Search the records below for the word "exactly", then return every line where it appears.
** Data follows **
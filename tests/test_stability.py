"""The one stability decision: stable / on the boundary / unstable, the same everywhere.

Reference: exact characteristic polynomials computed by sympy from integer (so exactly
representable) companion realisations, and their exact roots (sympy). Each loop below has
poles exactly on the stability boundary; every view of it must say "on the boundary".
"""

import json
import math

import numpy as np
import pytest
import sympy

from gainboard import core
from gainboard.app.cli import main
from gainboard.core._batched_loops import stability_verdicts

S, Z = sympy.symbols("s z")


def _chain(n: int, sample_time=None) -> core.Plant:
    """n integrators in a chain (x1' = x2, …, xn' = u): A − BK is the companion matrix of K."""
    A = np.diag(np.ones(n - 1), 1)
    B = np.zeros((n, 1))
    B[-1, 0] = 1.0
    return core.Plant(A=A, B=B, sample_time=sample_time, name="chain")


def _exact_characteristic_polynomial(plant: core.Plant, K, variable):
    # sympy with exact integers: the floats of A, B, K are integers, so nothing is rounded
    A = sympy.Matrix(plant.A.astype(int).tolist())
    B = sympy.Matrix(plant.B.astype(int).tolist())
    gain = sympy.Matrix(np.asarray(K, dtype=int).tolist())
    return sympy.expand((A - B * gain).charpoly(variable).as_expr())


# (K on the chain, the exact closed-loop polynomial it must give, sample time)
BOUNDARY_CASES = {
    # s⁴ + 119s² + 2168: roots ±j·√((119 ± √5489)/2), all four on the imaginary axis (sympy below)
    "four imaginary roots": ([[2168, 0, 119, 0]], S**4 + 119 * S**2 + 2168, None),
    # (s+2)(s+3)(s²+4): ±2j on the axis
    "pair at ±2j": ([[24, 20, 10, 5]], sympy.expand((S + 2) * (S + 3) * (S**2 + 4)), None),
    # s·(s³+45s²+59s+2064): a pole at s = 0 (the cubic is Hurwitz: 45·59 > 2064, Routh)
    "pole at the origin": ([[0, 2064, 59, 45]], sympy.expand(S * (S**3 + 45 * S**2 + 59 * S + 2064)), None),
    # z² − z + 1: roots e^{±jπ/3} on the unit circle
    "sampled pair on the unit circle": ([[1, -1]], Z**2 - Z + 1, 0.5),
}


@pytest.mark.parametrize("name", list(BOUNDARY_CASES))
def test_the_exact_boundary_cases_are_on_the_boundary_everywhere(name):
    K, polynomial, sample_time = BOUNDARY_CASES[name]
    n = len(K[0])
    plant = _chain(n, sample_time)
    variable = Z if sample_time else S
    # outside reference: sympy's exact characteristic polynomial and exact roots
    assert sympy.expand(_exact_characteristic_polynomial(plant, K, variable) - polynomial) == 0
    roots = sympy.Poly(polynomial, variable).all_roots()
    if sample_time:
        assert all(sympy.simplify(sympy.Abs(r) - 1) == 0 for r in roots)  # sympy: |e^{±jπ/3}| = 1 exactly
    else:
        assert max(sympy.re(r) for r in roots) == 0  # sympy: largest real part exactly 0

    report = core.analyze_closed_loop(plant, K)
    assert report.verdict == core.ON_THE_BOUNDARY and not report.stable and report.on_boundary
    assert any(d.verdict == core.ON_THE_BOUNDARY for d in report.descriptions)  # the pole table
    assert all(d.verdict != core.UNSTABLE for d in report.descriptions)

    evaluation = core.evaluate_design(plant, K, core.EvaluationOptions(
        selected_entry=(0, 0), specs=core.DesignSpecs()))
    assert evaluation.closed_loop.verdict == core.ON_THE_BOUNDARY
    stable_check = [c for c in evaluation.spec_report.checks if c.name == "stable"][0]
    assert not stable_check.passed and "on the boundary" in stable_check.detail
    if evaluation.margins is not None:
        assert "not stable" in evaluation.margins.note

    sweep = core.entry_stable_intervals(plant, K, 0, 0)
    assert sweep.current_verdict == core.ON_THE_BOUNDARY and not sweep.current_is_stable
    assert not sweep.contains(float(K[0][0]))

    closed = (plant.A - plant.B @ np.asarray(K, dtype=float))[None]
    assert stability_verdicts(closed, sample_time)[2][0] == 0  # batched (robustness, Monte Carlo)


def test_a_stable_and_an_unstable_loop_are_called_so():
    # s³ + 6s² + 11s + 6 = (s+1)(s+2)(s+3) (sympy factor), and s³ − 6s² + 11s − 6 = (s−1)(s−2)(s−3)
    plant = _chain(3)
    assert sympy.factor(_exact_characteristic_polynomial(plant, [[6, 11, 6]], S)) == (S + 1) * (S + 2) * (S + 3)
    assert core.analyze_closed_loop(plant, [[6, 11, 6]]).verdict == core.STABLE
    assert core.analyze_closed_loop(plant, [[-6, 11, -6]]).verdict == core.UNSTABLE


def test_the_band_is_derived_from_the_matrix_norm_and_size():
    # the rule of core/_stability.py: 100 · n · eps · ‖M‖_F (our own derivation, see its notes)
    eps = np.finfo(float).eps
    assert core.boundary_tolerance(8.0, 4) == pytest.approx(100 * 4 * eps * 8.0, rel=1e-15)
    band = core.boundary_tolerance(1.0, 2)
    assert core.decide_stability([-0.5 * band, -1.0], 1.0, 2, None).verdict == core.ON_THE_BOUNDARY
    assert core.decide_stability([0.5 * band, -1.0], 1.0, 2, None).verdict == core.ON_THE_BOUNDARY
    assert core.decide_stability([-2.0 * band, -1.0], 1.0, 2, None).verdict == core.STABLE
    assert core.decide_stability([2.0 * band, -1.0], 1.0, 2, None).verdict == core.UNSTABLE
    # sampled: the distance is 1 − |z|
    assert core.decide_stability([1.0 - 0.5 * band], 1.0, 2, 0.1).verdict == core.ON_THE_BOUNDARY
    assert core.decide_stability([1.0 - 2.0 * band], 1.0, 2, 0.1).verdict == core.STABLE


def _write_chain_file(tmp_path, n, sample_time=None):
    A = np.diag(np.ones(n - 1), 1).tolist()
    B = [[0.0]] * (n - 1) + [[1.0]]
    text = f'name = "chain"\n[model]\nA = {A}\nB = {B}\n'
    if sample_time:
        text += f"sample_time = {sample_time}\n"
    path = tmp_path / "chain.toml"
    path.write_text(text)
    return str(path)


@pytest.mark.parametrize("name", list(BOUNDARY_CASES))
def test_evaluate_and_sweep_json_say_on_the_boundary(name, tmp_path, capsys):
    K, _, sample_time = BOUNDARY_CASES[name]
    path = _write_chain_file(tmp_path, len(K[0]), sample_time)
    main(["evaluate", path, "--gain", json.dumps(K), "--json"])
    record = json.loads(capsys.readouterr().out)
    assert record["stable"] is False and record["on_boundary"] is True
    assert record["stability_verdict"] == "on the boundary"
    main(["sweep", path, "--gain", json.dumps(K), "--entry", "1,1", "--json"])
    sweep = json.loads(capsys.readouterr().out)
    assert sweep["current_is_stable"] is False and sweep["current_verdict"] == "on the boundary"
    assert not any(low < K[0][0] < high for low, high in sweep["stable_intervals"])
    main(["evaluate", path, "--gain", json.dumps(K)])
    assert "ON THE BOUNDARY" in capsys.readouterr().out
** End of Data **
* **Solution to the problem**
Reference: exact characteristic polynomials computed by sympy from integer (so exactly
poles exactly on the stability boundary; every view of it must say "on the boundary".
        assert all(sympy.simplify(sympy.Abs(r) - 1) == 0 for r in roots)  # sympy: |e^{±jπ/3}| = 1 exactly
        assert max(sympy.re(r) for r in roots) == 0  # sympy: largest real part exactly 0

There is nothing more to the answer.